* To do *
Set down the data that follows, exactly and completely.
[Given records — start]
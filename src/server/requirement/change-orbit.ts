import type { OrbitPatch, StudyOrbit } from '#contract/requirement.ts';
import type { PooledDb } from '#db/client.ts';
import { findOrbit, listOrbits, updateOrbit } from '#db/queries/orbit.ts';
import { changeStudy, type RecordEntry, type Saved } from '#server/change-study.ts';
import { notFound, stale } from '#server/errors.ts';
import type { Member } from '#server/member.ts';
import { codeInUse } from './code-in-use.ts';
import { orbitColumns, patchedFields } from './orbit-values.ts';
import { moveOrbit } from './place.ts';
import { presentOrbit } from './present.ts';

interface ChangeRequest {
  member: Member;
  orbitId: string;
  /** The version the change is based on. */
  version: number;
  patch: OrbitPatch;
}

/** Changes what is sent and moves the orbit where a position is sent. @throws AppError 'stale' · 'invalid' */
export async function changeOrbit(
  db: PooledDb,
  { member, orbitId, version, patch }: ChangeRequest,
): Promise<StudyOrbit & Saved> {
  const scope = { studyId: member.studyId, orbitId };
  return changeStudy(db, { member, kind: 'inputs' }, async (tx) => {
    const row = await findOrbit(tx, scope);
    if (!row) throw notFound('There is no such orbit in this study.');
    const before = presentOrbit(row);
    if (row.version !== version) throw stale(before);
    const fields = patchedFields(before, patch);
    const others = (await listOrbits(tx, scope)).filter(({ id }) => id !== orbitId);
    if (others.some(({ code }) => code === fields.code)) throw codeInUse(fields.code);
    if (differs(before, { ...before, ...fields }))
      await updateOrbit(tx, { ...scope, values: orbitColumns(fields) });
    if (patch.position !== undefined) await moveOrbit(tx, { ...scope, position: patch.position });
    const after = presentOrbit((await findOrbit(tx, scope)) ?? row);
    return { result: after, entries: entriesFor(before, after) };
  });
}

function differs(before: StudyOrbit, after: StudyOrbit): boolean {
  return (Object.keys(before) as (keyof StudyOrbit)[]).some(
    (field) => field !== 'version' && before[field] !== after[field],
  );
}

function entriesFor(before: StudyOrbit, after: StudyOrbit): RecordEntry[] {
  if (!differs(before, after)) return [];
  return [{ object: 'orbit', objectId: after.id, action: 'change', from: before, to: after }];
}
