/** What a page frame shows around a study's section: the view types that the layouts take. */
import type { StudyRole, StudyState } from './study.ts';

/** The sections of a study that exist, in the order of the work. A section that is not built has no key. */
export const SECTION_KEYS = ['requirement', 'sites', 'flight', 'criteria', 'ranking', 'memo'] as const;
export type SectionKey = (typeof SECTION_KEYS)[number];

export interface SectionFrame {
  key: SectionKey;
  name: string;
  href: string;
  /** One line under the name: "9 candidates", "1 over its limit". */
  fact: string;
  /** Something is to be settled here: the station is drawn hollow. */
  outstanding: boolean;
}

export interface ViewerFrame {
  name: string;
  initials: string;
  administrator: boolean;
}

export interface StudyFrame {
  study: {
    id: string;
    title: string;
    organisation: string;
    state: StudyState;
    revision: number;
    /** ISO 8601, UTC: when the revision was committed. */
    savedAt: string;
    role: StudyRole;
    archived: boolean;
  };
  viewer: ViewerFrame;
  sections: SectionFrame[];
}

export const STATE_NAMES: Record<StudyState, string> = {
  draft: 'Draft',
  'in-review': 'In review',
  baselined: 'Baselined',
};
[Given records — finish]
* Task output *
filename src/server/requirement/change-orbit.ts
import type { OrbitPatch, StudyOrbit } from '#contract/requirement.ts';
import type { PooledDb } from '#db/client.ts';
import { findOrbit, listOrbits, updateOrbit } from '#db/queries/orbit.ts';
import { changeStudy, type RecordEntry, type Saved } from '#server/change-study.ts';
import { notFound, stale } from '#server/errors.ts';
import type { Member } from '#server/member.ts';
import { codeInUse } from './code-in-use.ts';
import { orbitColumns, patchedFields } from './orbit-values.ts';
import { moveOrbit } from './place.ts';
import { presentOrbit } from './present.ts';

interface ChangeRequest {
  member: Member;
  orbitId: string;
  /** The version the change is based on. */
  version: number;
  patch: OrbitPatch;
}

/** Changes what is sent and moves the orbit where a position is sent. @throws AppError 'stale' · 'invalid' */
export async function changeOrbit(
  db: PooledDb,
  { member, orbitId, version, patch }: ChangeRequest,
): Promise<StudyOrbit & Saved> {
  const scope = { studyId: member.studyId, orbitId };
  return changeStudy(db, { member, kind: 'inputs' }, async (tx) => {
    const row = await findOrbit(tx, scope);
    if (!row) throw notFound('There is no such orbit in this study.');
    const before = presentOrbit(row);
    if (row.version !== version) throw stale(before);
    const fields = patchedFields(before, patch);
    const others = (await listOrbits(tx, scope)).filter(({ id }) => id !== orbitId);
    if (others.some(({ code }) => code === fields.code)) throw codeInUse(fields.code);
    if (differs(before, { ...before, ...fields }))
      await updateOrbit(tx, { ...scope, values: orbitColumns(fields) });
    if (patch.position !== undefined) await moveOrbit(tx, { ...scope, position: patch.position });
    const after = presentOrbit((await findOrbit(tx, scope)) ?? row);
    return { result: after, entries: entriesFor(before, after) };
  });
}

function differs(before: StudyOrbit, after: StudyOrbit): boolean {
  return (Object.keys(before) as (keyof StudyOrbit)[]).some(
    (field) => field !== 'version' && before[field] !== after[field],
  );
}

function entriesFor(before: StudyOrbit, after: StudyOrbit): RecordEntry[] {
  if (!differs(before, after)) return [];
  return [{ object: 'orbit', objectId: after.id, action: 'change', from: before, to: after }];
}
/** What a page frame shows around a study's section: the view types that the layouts take. */
import type { StudyRole, StudyState } from './study.ts';

/** The sections of a study that exist, in the order of the work. A section that is not built has no key. */
export const SECTION_KEYS = ['requirement', 'sites', 'flight', 'criteria', 'ranking', 'memo'] as const;
export type SectionKey = (typeof SECTION_KEYS)[number];

export interface SectionFrame {
  key: SectionKey;
  name: string;
  href: string;
  /** One line under the name: "9 candidates", "1 over its limit". */
  fact: string;
  /** Something is to be settled here: the station is drawn hollow. */
  outstanding: boolean;
}

export interface ViewerFrame {
  name: string;
  initials: string;
  administrator: boolean;
}

export interface StudyFrame {
  study: {
    id: string;
    title: string;
    organisation: string;
    state: StudyState;
    revision: number;
    /** ISO 8601, UTC: when the revision was committed. */
    savedAt: string;
    role: StudyRole;
    archived: boolean;
  };
  viewer: ViewerFrame;
  sections: SectionFrame[];
}

export const STATE_NAMES: Record<StudyState, string> = {
  draft: 'Draft',
  'in-review': 'In review',
  baselined: 'Baselined',
};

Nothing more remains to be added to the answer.